Please reproduce verbatim the lines below, from the first through the one with "const exponent = Math.floor(Math.log10(metres))".

Segment Open

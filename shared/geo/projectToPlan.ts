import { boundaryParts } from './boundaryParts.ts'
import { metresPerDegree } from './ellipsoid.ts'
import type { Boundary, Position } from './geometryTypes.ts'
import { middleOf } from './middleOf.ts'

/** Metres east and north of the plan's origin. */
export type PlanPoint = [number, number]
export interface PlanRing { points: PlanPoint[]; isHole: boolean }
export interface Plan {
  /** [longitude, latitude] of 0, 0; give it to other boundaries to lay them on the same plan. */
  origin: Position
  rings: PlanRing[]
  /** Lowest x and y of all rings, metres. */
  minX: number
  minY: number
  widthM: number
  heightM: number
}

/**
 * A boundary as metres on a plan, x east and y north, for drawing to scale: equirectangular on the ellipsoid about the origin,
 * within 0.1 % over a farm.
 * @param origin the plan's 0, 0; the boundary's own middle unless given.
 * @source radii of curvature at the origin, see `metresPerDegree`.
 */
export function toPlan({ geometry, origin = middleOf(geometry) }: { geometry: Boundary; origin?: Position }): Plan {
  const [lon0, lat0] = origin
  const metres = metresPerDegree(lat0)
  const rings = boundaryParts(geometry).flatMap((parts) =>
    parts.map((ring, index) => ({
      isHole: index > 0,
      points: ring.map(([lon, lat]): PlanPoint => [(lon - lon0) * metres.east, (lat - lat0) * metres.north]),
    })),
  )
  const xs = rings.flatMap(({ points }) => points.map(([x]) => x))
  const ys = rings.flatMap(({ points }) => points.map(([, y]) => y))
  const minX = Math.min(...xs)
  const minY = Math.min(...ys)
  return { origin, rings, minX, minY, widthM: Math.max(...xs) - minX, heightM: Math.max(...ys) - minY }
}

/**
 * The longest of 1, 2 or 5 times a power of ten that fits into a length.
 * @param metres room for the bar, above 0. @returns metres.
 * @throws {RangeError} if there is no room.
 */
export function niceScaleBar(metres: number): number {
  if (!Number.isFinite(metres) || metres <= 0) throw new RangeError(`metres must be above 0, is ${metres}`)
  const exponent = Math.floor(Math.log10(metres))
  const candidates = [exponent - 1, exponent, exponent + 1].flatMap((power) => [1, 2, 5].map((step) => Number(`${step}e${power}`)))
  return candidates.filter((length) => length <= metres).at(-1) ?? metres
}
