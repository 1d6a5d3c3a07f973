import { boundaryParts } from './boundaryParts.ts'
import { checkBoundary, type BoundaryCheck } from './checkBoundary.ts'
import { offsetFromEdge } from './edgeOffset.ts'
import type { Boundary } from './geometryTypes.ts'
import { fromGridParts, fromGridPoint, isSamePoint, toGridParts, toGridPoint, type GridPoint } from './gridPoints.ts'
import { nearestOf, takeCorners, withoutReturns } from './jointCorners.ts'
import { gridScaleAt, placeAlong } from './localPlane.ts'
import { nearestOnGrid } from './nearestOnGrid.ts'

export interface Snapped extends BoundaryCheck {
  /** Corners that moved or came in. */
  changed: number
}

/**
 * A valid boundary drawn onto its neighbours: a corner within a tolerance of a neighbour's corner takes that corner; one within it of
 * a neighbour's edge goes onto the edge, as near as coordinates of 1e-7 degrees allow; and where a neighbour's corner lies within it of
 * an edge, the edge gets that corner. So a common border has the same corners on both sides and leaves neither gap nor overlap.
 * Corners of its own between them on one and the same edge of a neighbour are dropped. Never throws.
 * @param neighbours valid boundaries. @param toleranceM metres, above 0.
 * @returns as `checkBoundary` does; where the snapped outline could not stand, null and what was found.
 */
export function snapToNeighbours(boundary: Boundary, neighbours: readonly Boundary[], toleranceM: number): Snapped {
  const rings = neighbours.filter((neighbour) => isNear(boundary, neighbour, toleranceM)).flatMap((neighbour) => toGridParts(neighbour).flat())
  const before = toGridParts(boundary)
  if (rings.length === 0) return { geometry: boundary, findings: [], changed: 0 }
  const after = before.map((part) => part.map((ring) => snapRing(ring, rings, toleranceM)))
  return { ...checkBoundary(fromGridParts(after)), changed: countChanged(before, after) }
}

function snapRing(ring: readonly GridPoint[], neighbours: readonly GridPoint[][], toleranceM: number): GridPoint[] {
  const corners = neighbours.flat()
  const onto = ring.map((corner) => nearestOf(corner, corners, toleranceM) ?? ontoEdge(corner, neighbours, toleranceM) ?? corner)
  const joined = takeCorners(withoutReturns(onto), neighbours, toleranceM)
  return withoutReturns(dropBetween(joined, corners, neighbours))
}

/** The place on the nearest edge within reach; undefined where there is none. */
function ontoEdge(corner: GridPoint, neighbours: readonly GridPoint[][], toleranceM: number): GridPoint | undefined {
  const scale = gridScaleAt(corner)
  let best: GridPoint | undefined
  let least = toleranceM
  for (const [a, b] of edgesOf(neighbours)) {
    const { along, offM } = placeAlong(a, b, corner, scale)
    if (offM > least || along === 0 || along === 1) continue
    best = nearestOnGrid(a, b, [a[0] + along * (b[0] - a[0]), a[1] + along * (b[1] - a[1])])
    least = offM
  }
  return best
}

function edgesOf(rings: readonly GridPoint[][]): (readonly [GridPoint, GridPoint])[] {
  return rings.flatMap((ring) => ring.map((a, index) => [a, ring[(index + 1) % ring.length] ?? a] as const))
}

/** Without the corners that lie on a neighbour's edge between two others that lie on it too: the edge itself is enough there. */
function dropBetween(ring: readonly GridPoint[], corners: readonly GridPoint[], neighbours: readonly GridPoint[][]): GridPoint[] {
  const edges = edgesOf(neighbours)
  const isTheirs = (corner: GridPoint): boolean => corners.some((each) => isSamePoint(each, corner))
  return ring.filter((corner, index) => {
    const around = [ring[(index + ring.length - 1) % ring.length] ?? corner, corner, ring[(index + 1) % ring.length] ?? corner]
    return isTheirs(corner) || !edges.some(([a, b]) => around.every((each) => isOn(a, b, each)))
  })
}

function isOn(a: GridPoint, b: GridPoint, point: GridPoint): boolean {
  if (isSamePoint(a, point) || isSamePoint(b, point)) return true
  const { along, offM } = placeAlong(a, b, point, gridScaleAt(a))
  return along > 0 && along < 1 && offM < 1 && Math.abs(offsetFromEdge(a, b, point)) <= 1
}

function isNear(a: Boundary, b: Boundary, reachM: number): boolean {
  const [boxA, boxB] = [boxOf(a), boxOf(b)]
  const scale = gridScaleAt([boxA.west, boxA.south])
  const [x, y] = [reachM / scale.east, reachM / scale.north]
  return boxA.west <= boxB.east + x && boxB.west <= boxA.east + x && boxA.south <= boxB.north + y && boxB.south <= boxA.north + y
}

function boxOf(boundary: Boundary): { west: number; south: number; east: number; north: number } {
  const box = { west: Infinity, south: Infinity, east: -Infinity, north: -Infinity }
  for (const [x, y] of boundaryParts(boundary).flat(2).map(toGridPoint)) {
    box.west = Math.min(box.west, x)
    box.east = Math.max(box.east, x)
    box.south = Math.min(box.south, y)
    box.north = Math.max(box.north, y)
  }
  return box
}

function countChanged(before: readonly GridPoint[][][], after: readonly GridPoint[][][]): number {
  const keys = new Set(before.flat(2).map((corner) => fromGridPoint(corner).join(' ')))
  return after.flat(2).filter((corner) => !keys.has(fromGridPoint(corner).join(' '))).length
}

Segment Closed

The answer:
filename shared/geo/projectToPlan.ts
import { boundaryParts } from './boundaryParts.ts'
import { metresPerDegree } from './ellipsoid.ts'
import type { Boundary, Position } from './geometryTypes.ts'
import { middleOf } from './middleOf.ts'

/** Metres east and north of the plan's origin. */
export type PlanPoint = [number, number]
export interface PlanRing { points: PlanPoint[]; isHole: boolean }
export interface Plan {
  /** [longitude, latitude] of 0, 0; give it to other boundaries to lay them on the same plan. */
  origin: Position
  rings: PlanRing[]
  /** Lowest x and y of all rings, metres. */
  minX: number
  minY: number
  widthM: number
  heightM: number
}

/**
 * A boundary as metres on a plan, x east and y north, for drawing to scale: equirectangular on the ellipsoid about the origin,
 * within 0.1 % over a farm.
 * @param origin the plan's 0, 0; the boundary's own middle unless given.
 * @source radii of curvature at the origin, see `metresPerDegree`.
 */
export function toPlan({ geometry, origin = middleOf(geometry) }: { geometry: Boundary; origin?: Position }): Plan {
  const [lon0, lat0] = origin
  const metres = metresPerDegree(lat0)
  const rings = boundaryParts(geometry).flatMap((parts) =>
    parts.map((ring, index) => ({
      isHole: index > 0,
      points: ring.map(([lon, lat]): PlanPoint => [(lon - lon0) * metres.east, (lat - lat0) * metres.north]),
    })),
  )
  const xs = rings.flatMap(({ points }) => points.map(([x]) => x))
  const ys = rings.flatMap(({ points }) => points.map(([, y]) => y))
  const minX = Math.min(...xs)
  const minY = Math.min(...ys)
  return { origin, rings, minX, minY, widthM: Math.max(...xs) - minX, heightM: Math.max(...ys) - minY }
}

/**
 * The longest of 1, 2 or 5 times a power of ten that fits into a length.
 * @param metres room for the bar, above 0. @returns metres.
 * @throws {RangeError} if there is no room.
 */
export function niceScaleBar(metres: number): number {
  if (!Number.isFinite(metres) || metres <= 0) throw new RangeError(`metres must be above 0, is ${metres}`)
  const exponent = Math.floor(Math.log10(metres))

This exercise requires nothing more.